Description of the task — Return each line of the entries that mentions the word "holds".

━━ Source records ━━

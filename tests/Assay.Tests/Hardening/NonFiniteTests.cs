using Assay.Fixtures;
using Assay.Model;
using Assay.Output;
using Assay.Tests.Cli;
using Assay.Tests.Features;
using Assay.Tests.Output;
using Assay.Tests.Support;

namespace Assay.Tests.Hardening;

/// <summary>A forward pass that overflows stops with the stage, the record and a clear message; no feature holds a NaN.</summary>
public sealed class NonFiniteTests : IDisposable
{
    private readonly TempFolder _temp = new();

    public void Dispose() => _temp.Dispose();

    /// <summary>The test checkpoint with block 1's MLP output weights at 3e38: finite, but every product with them overflows.</summary>
    private string HugeWeights()
    {
        CheckpointSpec spec = FeatureExtractorTests.Spec;
        return SyntheticCheckpoint.Write(spec, SyntheticCheckpoint.Parameters(spec).Select(p =>
            p.Name == "h.1.mlp.c_proj.weight" ? p with { Values = [.. p.Values.Select(_ => 3e38f)] } : p), _temp.File("huge"));
    }

    [Theory]
    [InlineData(float.NaN)]
    [InlineData(float.PositiveInfinity)]
    [InlineData(float.NegativeInfinity)]
    public void The_vectorized_scan_finds_a_value_at_every_position(float bad)
    {
        // Against a plain scalar scan (the reference), for lengths that exercise the vector body and every tail.
        for (int n = 1; n <= 70; n++)
        {
            for (int at = 0; at < n; at++)
            {
                float[] x = [.. Enumerable.Range(0, n).Select(i => (float)Math.Sin(i) * 1e30f)];
                x[at] = bad;
                Assert.Equal((at / 5, bad), NonFiniteValueException.Find(x, 5));
            }
            Assert.Null(NonFiniteValueException.Find([.. Enumerable.Range(0, n).Select(i => (i % 11) * 3e37f)], 5));
        }
    }

    [Fact]
    public void An_extraction_stops_at_the_first_overflow_naming_the_layer_and_the_record()
    {
        LanguageModel m = LanguageModel.Open(HugeWeights());
        string input = ExtractionRunTests.WriteInput(_temp, 5);
        var e = Assert.Throws<NonFiniteValueException>(() => ExtractionRun.Execute(m, input, _temp.File("run"), new RunOptions()));
        Assert.Equal("layer 2", e.Stage);
        // The batch runs shortest first: the record named is one of the batch's, with its line and id.
        Assert.Matches($"{System.Text.RegularExpressions.Regex.Escape(input)} line [0-9]+ \\(id \"t[0-9]+\"\\)", e.Message);
        Assert.Contains("in layer 2 at token", e.Message, StringComparison.Ordinal);
        Assert.False(File.Exists(Path.Combine(_temp.File("run"), RunFolder.RecordFile)));
    }

    [Theory]
    [InlineData("next", "a lamp")]
    [InlineData("cross-entropy", "{input}")]
    [InlineData("zero-shot", "{input}")]
    public async Task Every_command_that_runs_the_model_exits_2_with_one_line(string command, string argument)
    {
        string model = HugeWeights();
        string input = ExtractionRunTests.WriteInput(_temp, 5);
        File.WriteAllLines(_temp.File("v.txt"), ["0: lamp", "1: salt", "2: bell", "3: oar"]);
        string[] args = command == "zero-shot"
            ? [command, input, "--model", model, "--verbalizer", _temp.File("v.txt"), "--prompt", "{text} It is a"]
            : [command, argument.Replace("{input}", input, StringComparison.Ordinal), "--model", model];
        using System.Diagnostics.Process p = ExtractCommandTests.StartChild(args);
        Task<string> stdout = p.StandardOutput.ReadToEndAsync();
        string err = await p.StandardError.ReadToEndAsync();
        await p.WaitForExitAsync();
        Assert.Equal(2, p.ExitCode);
        string[] lines = err.TrimEnd().Split('\n');
        Assert.Contains(lines, l => l.StartsWith("assay: ", StringComparison.Ordinal) && l.Contains("the forward pass gave", StringComparison.Ordinal));
        Assert.DoesNotContain(lines, l => l.TrimStart().StartsWith("at ", StringComparison.Ordinal));
        Assert.DoesNotContain("NaN", await stdout, StringComparison.Ordinal);
    }

    [Fact]
    public void Inspect_refuses_a_nan_weight_and_tokenizer_ids_past_the_vocabulary()
    {
        // An F16 checkpoint with one NaN in block 0's attention weights: found, with the tensor and the element.
        CheckpointSpec spec = FeatureExtractorTests.Spec with { DType = "F16" };
        string nan = SyntheticCheckpoint.Write(spec, SyntheticCheckpoint.Parameters(spec).Select(p =>
            p.Name == "h.0.attn.c_attn.weight" ? p with { Values = [.. p.Values.Select((v, i) => i == 1234 ? float.NaN : v)] } : p), _temp.File("nan"));
        var o = new StringWriter();
        Assert.Equal(2, Assay.Cli.Commands.InspectCommand.Run(nan, o));
        Assert.Contains("check         FAILED: ", o.ToString(), StringComparison.Ordinal);
        Assert.Contains("tensor h.0.attn.c_attn.weight holds NaN at element 1,234 of ", o.ToString(), StringComparison.Ordinal);
        Assert.Equal(2, Assay.Cli.Commands.InspectCommand.RunJson(nan, new StringWriter()));

        // The same model, finite: OK. Then a vocabulary id far past vocab_size, which LanguageModel.Open refuses too.
        string good = Checkpoints.Folder(FeatureExtractorTests.Spec);
        Assert.Equal(0, Assay.Cli.Commands.InspectCommand.Run(good, new StringWriter()));
        string ids = _temp.File("ids");
        Directory.CreateDirectory(ids);
        foreach (string f in Directory.GetFiles(good))
        {
            File.Copy(f, Path.Combine(ids, Path.GetFileName(f)));
        }
        string vocab = Path.Combine(ids, "vocab.json");
        File.WriteAllText(vocab, File.ReadAllText(vocab).TrimEnd().TrimEnd('}') + ", \"zzzz\": 99999999}");
        o = new StringWriter();
        Assert.Equal(2, Assay.Cli.Commands.InspectCommand.Run(ids, o));
        Assert.Contains("the tokenizer has ids up to 99999999", o.ToString(), StringComparison.Ordinal);
        Assert.Throws<Assay.Tokenization.TokenizerFileException>(() => LanguageModel.Open(ids));
    }
}
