using System.CommandLine;
using Assay.Cli.Commands;
using Assay.Kernels;

var root = new RootCommand("assay: run GPT-2, Llama, Mistral, Qwen2 and NeoX-style language models from safetensors checkpoints on the CPU, extract what they compute, and probe it.");
root.Subcommands.Add(InspectCommand.Create());
root.Subcommands.Add(NextCommand.Create());
root.Subcommands.Add(TokenizeCommand.Create());
root.Subcommands.Add(ExtractCommand.Create());
root.Subcommands.Add(MergeCommand.Create());
root.Subcommands.Add(ManifestCommand.Create());
root.Subcommands.Add(ProbeCommand.Create());
root.Subcommands.Add(CompareCommand.Create());
root.Subcommands.Add(CrossEntropyCommand.Create());
root.Subcommands.Add(ZeroShotCommand.Create());
root.Subcommands.Add(StudyCommand.Create());

ParseResult parsed = root.Parse(args);
if (parsed.Errors.Count > 0)
{
    // One line: the first problem and where the usage is, not the whole help text.
    // A word it does not know explains the rest ("no command given" follows from it): say that first.
    string first = parsed.Errors.Select(e => e.Message).FirstOrDefault(m => m.StartsWith("Unrecognized", StringComparison.Ordinal)) ?? parsed.Errors[0].Message;
    Console.Error.WriteLine($"assay: {Usage.Describe(first)}; see '{Usage.CommandPath(parsed.CommandResult.Command, root)} --help'");
    return CommandRunner.BadInput;
}
if (KernelSelector.EnvironmentProblem is string problem)
{
    // Checked before any command runs, so no command starts on a setting it would refuse halfway.
    Console.Error.WriteLine($"assay: {problem}");
    return CommandRunner.BadInput;
}
return parsed.Invoke();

━━━

Output of the exercise —
/// <summary>A forward pass that overflows stops with the stage, the record and a clear message; no feature holds a NaN.</summary>
        Assert.Contains("tensor h.0.attn.c_attn.weight holds NaN at element 1,234 of ", o.ToString(), StringComparison.Ordinal);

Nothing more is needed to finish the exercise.